# Review Course for Oct 2011



## shim (Jun 9, 2011)

Any suggestion for CIVIL review course in southern california?


----------



## darius (Jun 9, 2011)

civilreview.com

is pretty good, cheap and a lots of hours

I took it for april exam


----------



## chess5329 (Jun 15, 2011)

shim said:


> Any suggestion for CIVIL review course in southern california?


Have you heared about the PE civil review class in UCSD

Has anybody taken this review class that can provide a feedback. I'm thinking to take this class, in my case it's about 3hr round trip. I will really appreciate any comment.

Thanks in advance.


----------



## Glen_PE (Jun 16, 2011)

The Irvine Institute classes (minus the Seismic Course) are great. The Survey review they put on is one of the best around.


----------



## kstatenupe (Jun 16, 2011)

Glen_PE said:


> The Irvine Institute classes (minus the Seismic Course) are great. The Survey review they put on is one of the best around.

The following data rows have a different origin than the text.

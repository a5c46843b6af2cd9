"""Shared pieces of the reference scripts' `--check` mode: comparing a fresh run with the committed
JSON. A helper module, not a reference script (the leading underscore keeps the drift test from
running it on its own)."""
import json
import math
import os
import sys


def compare(fresh, committed, tolerance, path="", problems=None, exact_integers=False):
    """Every place where `fresh` drifts from `committed`, as a list of one-line problems.

    Numbers differ when |fresh − committed| > tolerance · max(1, |committed|); with `exact_integers`,
    whole numbers (class indices, counts) must be equal. Other values must be equal."""
    if problems is None:
        problems = []
    if isinstance(committed, dict):
        for key in committed:
            if key not in fresh:
                problems.append(f"{path}.{key}: missing in fresh run")
            else:
                compare(fresh[key], committed[key], tolerance, f"{path}.{key}", problems, exact_integers)
    elif isinstance(committed, list):
        if not isinstance(fresh, list) or len(fresh) != len(committed):
            problems.append(f"{path}: length differs")
            return problems
        for i, (a, b) in enumerate(zip(fresh, committed)):
            compare(a, b, tolerance, f"{path}[{i}]", problems, exact_integers)
    elif committed is None or fresh is None:
        if committed is not fresh:
            problems.append(f"{path}: {fresh!r} vs committed {committed!r}")
    elif isinstance(committed, (float, int)) and not isinstance(committed, bool) and not (
        exact_integers and isinstance(committed, int)
    ):
        if abs(fresh - committed) > tolerance * max(1.0, abs(committed)):
            problems.append(f"{path}: {fresh!r} vs committed {committed!r}")
    elif fresh != committed:
        problems.append(f"{path}: {fresh!r} vs committed {committed!r}")
    return problems


def numbers(value):
    """The numbers in a JSON value, in order (dictionaries by sorted key; booleans left out)."""
    if isinstance(value, bool):
        return
    if isinstance(value, (int, float)):
        yield float(value)
    elif isinstance(value, list):
        for item in value:
            yield from numbers(item)
    elif isinstance(value, dict):
        for key in sorted(value):
            yield from numbers(value[key])


def largest_difference(pairs, relative):
    """The largest difference between the numbers of each (fresh, committed) pair of JSON values:
    |fresh − committed|, divided by max(1, |committed|) when `relative`; infinite when a pair holds
    different counts of numbers."""
    worst = 0.0
    for fresh, committed in pairs:
        new, old = list(numbers(fresh)), list(numbers(committed))
        if len(new) != len(old):
            return math.inf
        for a, b in zip(new, old):
            difference = abs(a - b) / (max(1.0, abs(b)) if relative else 1.0)
            worst = max(worst, difference)
    return worst


def exit_with_check(name, worst, tolerance):
    """Prints `name: largest difference …` and exits 0 when `worst` is within `tolerance`, else 1."""
    ok = worst <= tolerance
    print(f"{name}: largest difference {worst:.2e} ({'ok' if ok else 'DIFFERS'})")
    sys.exit(0 if ok else 1)


def read_json(path):
    with open(path) as handle:
        return json.load(handle)


def write_json(path, value):
    """Writes `value` as JSON with one-space indentation and a final newline, creating the folder."""
    os.makedirs(os.path.dirname(path), exist_ok=True)
    with open(path, "w") as handle:
        json.dump(value, handle, indent=1)
        handle.write("\n")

I recommend Goswami's course. Read my thoughts on the course in the thread below. Please use me as a reference if you decide to sign up. [email protected]

http://engineerboards.com/index.php?showtopic=16169


----------



## chess5329 (Jun 18, 2011)

Glen_PE said:


> The Irvine Institute classes (minus the Seismic Course) are great. The Survey review they put on is one of the best around.



Hi Glen,

This review help you to pass the 8 hrs test this April 2011?


----------